Implementing analytics-driven solutions requires a well-structured approach. When done right, these solutions can lead to up to 30% greater efficiency, 40%-70% cost savings, and a 60% improvement in fraud detection rates [15].

A strong foundation is key. As Dmytro Tymofiiev, Delivery Manager at SPD Technology, explains:

"While modern data analytics solutions are leading the way for the giants of the insurance industry, small-to-midsize insurers can also benefit from these groundbreaking products. Smaller companies can start from targeted use cases, like fraud detection or usage-based policies, and eventually expand their analytics capabilities as their companies grow." [17]

To help you get started, here are three essential strategies: automation, predictive insights, and effective measurement. Together, these can turn raw data into actionable improvements.

Streamlining Operations with Automation

Administrative tasks often eat up time that agents could use to focus on selling or serving customers. By identifying workflow bottlenecks, automation can unlock agents’ full potential.

Take ForMotiv Agent, for example. This platform pinpoints friction points in digital applications that slow agents down [4]. If it notices that multiple agents struggle with a particular section of the application, it flags it as an area ripe for automation or process improvement.
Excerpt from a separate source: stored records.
//! Writes formulas as MathML.

use super::Node;
use super::symbol::{Symbol, take_apart};
use crate::report::escape::{Markup, push_text};

/// The whole formula; symbols among `numbers` have been replaced and need signs between them.
pub(super) fn math(node: &Node, numbers: &[(&str, &str)]) -> Markup {
    let mut out = String::from("<math>");
    write(&mut out, node, !numbers.is_empty());
    out.push_str("</math>");
    Markup::trusted(out)
}

/// Puts numbers in place of symbols; returns how many. A side before the first `=` stays as it is
/// where it is a single symbol.
pub(super) fn put(node: &mut Node, numbers: &[(&str, &str)]) -> usize {
    match node {
        Node::Symbol(name) => match numbers
            .iter()
            .find(|(symbol, n)| symbol == name && !n.is_empty())
        {
            Some((_, number)) => {
                *node = Node::Number((*number).to_owned());
                1
            }
            None => 0,
        },
        Node::Row(parts) => {
            let named = matches!(parts.as_slice(), [Node::Symbol(_), Node::Sign("="), ..]);
            parts
                .iter_mut()
                .skip(usize::from(named))
                .map(|part| put(part, numbers))
                .sum()
        }
        Node::Product(parts) => parts.iter_mut().map(|part| put(part, numbers)).sum(),
        Node::Fraction(a, b) | Node::Power(a, b) => put(a, numbers) + put(b, numbers),
        Node::Root(a) | Node::Function(_, a) | Node::Group(_, a, _) => put(a, numbers),
        Node::Number(_) | Node::Words(_) | Node::Sign(_) => 0,
    }
}

fn tagged(out: &mut String, tag: &str, text: &str) {
    out.push('<');
    out.push_str(tag);
    out.push('>');
    push_text(out, text);
    out.push_str("</");
    out.push_str(tag);
    out.push('>');
}

fn wrapped(out: &mut String, tag: &str, inside: impl FnOnce(&mut String)) {
    out.push('<');
    out.push_str(tag);
    out.push('>');
    inside(out);
    out.push_str("</");
    out.push_str(tag);
    out.push('>');
}

fn write(out: &mut String, node: &Node, figures: bool) {
    match node {
        Node::Number(n) => number(out, n),
        Node::Symbol(name) => symbol(out, name),
        Node::Words(words) => tagged(
            out,
            "mtext",
            &format!("\u{a0}{}\u{a0}", words.replace("mm2/s", "mm²/s")),
        ),
        Node::Sign(sign) => tagged(out, "mo", sign),
        Node::Row(parts) => wrapped(out, "mrow", |out| {
            for part in parts {
                write(out, part, figures);
            }
        }),
        Node::Product(parts) => wrapped(out, "mrow", |out| product(out, parts, figures)),
        Node::Fraction(a, b) => pair(out, "mfrac", a, b, figures),
        Node::Power(a, b) => pair(out, "msup", a, b, figures),
        Node::Root(a) => wrapped(out, "msqrt", |out| write(out, a, figures)),
        Node::Function(name, a) => wrapped(out, "mrow", |out| {
            tagged(out, "mi", if name == "sum" { "∑" } else { name });
            tagged(out, "mo", "\u{2061}");
            if !matches!(a.as_ref(), Node::Group(..)) {
                out.push_str("<mspace width=\"0.17em\"/>");
            }
            write(out, a, figures);
        }),
        Node::Group(open, a, close) => wrapped(out, "mrow", |out| {
            tagged(out, "mo", open);
            write(out, a, figures);
            tagged(out, "mo", close);
        }),
    }
}

fn pair(out: &mut String, tag: &str, a: &Node, b: &Node, figures: bool) {
    wrapped(out, tag, |out| {
        write(out, a, figures);
        write(out, b, figures);
    });
}

/// Factors side by side; a sign of multiplication stands where two figures would meet.
fn product(out: &mut String, parts: &[Node], figures: bool) {
    for (index, part) in parts.iter().enumerate() {
        if index > 0 {
            let meets = starts_with_figure(part)
                || (figures
                    && ends_with_figure(&parts[index - 1])
                    && !matches!(part, Node::Symbol(_)));
            tagged(out, "mo", if meets { "×" } else { "\u{2062}" });
            if !meets && matches!(part, Node::Function(..)) {
                out.push_str("<mspace width=\"0.17em\"/>");
            }
        }
        write(out, part, figures);
    }
}

fn starts_with_figure(node: &Node) -> bool {
    match node {
        Node::Number(_) => true,
        Node::Power(base, _) => starts_with_figure(base),
        Node::Fraction(above, _) => starts_with_figure(above),
        Node::Row(parts) | Node::Product(parts) => parts.first().is_some_and(starts_with_figure),
        _ => false,
    }
}

fn ends_with_figure(node: &Node) -> bool {
    match node {
        Node::Number(_) => true,
        Node::Power(base, _) => ends_with_figure(base),
        _ => false,
    }
}

/// A number with its thousands parted; an exponent becomes a power of ten.
fn number(out: &mut String, text: &str) {
    let Some((mantissa, power)) = text.split_once(['e', 'E']) else {
        return tagged(out, "mn", &parted(text));
    };
    let power = power.trim_start_matches('+').replace('-', "\u{2212}");
    wrapped(out, "mrow", |out| {
        tagged(out, "mn", &parted(mantissa));
        tagged(out, "mo", "×");
        wrapped(out, "msup", |out| {
            tagged(out, "mn", "10");
            tagged(out, "mn", &power);
        });
    });
}

fn parted(text: &str) -> String {
    let text = text.replace('-', "\u{2212}");
    let whole = text.split('.').next().unwrap_or_default();
    if whole.len() < 5 || !whole.chars().all(|c| c.is_ascii_digit()) {
        return text;
    }
    let mut out = String::new();
    for (i, c) in whole.chars().enumerate() {
        if i > 0 && (whole.len() - i).is_multiple_of(3) {
            out.push('\u{202f}');
        }
        out.push(c);
    }
    out + &text[whole.len()..]
}

fn symbol(out: &mut String, name: &str) {
    if name.contains('.') {
        return tagged(out, "mi", &name.replace('.', "·"));
    }
    let symbol = take_apart(name);
    if symbol.sub.is_empty() {
        return base(out, &symbol);
    }
    wrapped(out, "msub", |out| {
        base(out, &symbol);
        let digits = symbol.sub.chars().all(|c| c.is_ascii_digit());
        tagged(out, if digits { "mn" } else { "mi" }, &symbol.sub);
    });
}

fn base(out: &mut String, symbol: &Symbol) {
    if symbol.primes.is_empty() {
        return letter(out, &symbol.base);
    }
    // side by side: as a superscript the prime would be raised twice
    wrapped(out, "mrow", |out| {
        letter(out, &symbol.base);
        out.push_str("<mo form=\"postfix\" lspace=\"0em\" rspace=\"0em\">");
        push_text(out, &symbol.primes);
        out.push_str("</mo>");
    });
}

/// A letter. A slanted v cannot be told from ν in many fonts: it stands upright.
fn letter(out: &mut String, base: &str) {
    if base == "v" {
        out.push_str("<mi mathvariant=\"normal\">v</mi>");
    } else {
        tagged(out, "mi", base);
    }
}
Tasks like data entry, document verification, or risk assessment often follow predictable patterns, making them ideal candidates for automation. For instance, if behavioral data shows agents spending too much time on simple applications, automated pre-screening can handle these cases. This frees agents to focus on complex policies that require their expertise.

Integrating AMS and CRM systems can also streamline routine reporting and ensure timely follow-ups [16]. This reduces manual effort while keeping processes efficient and error-free.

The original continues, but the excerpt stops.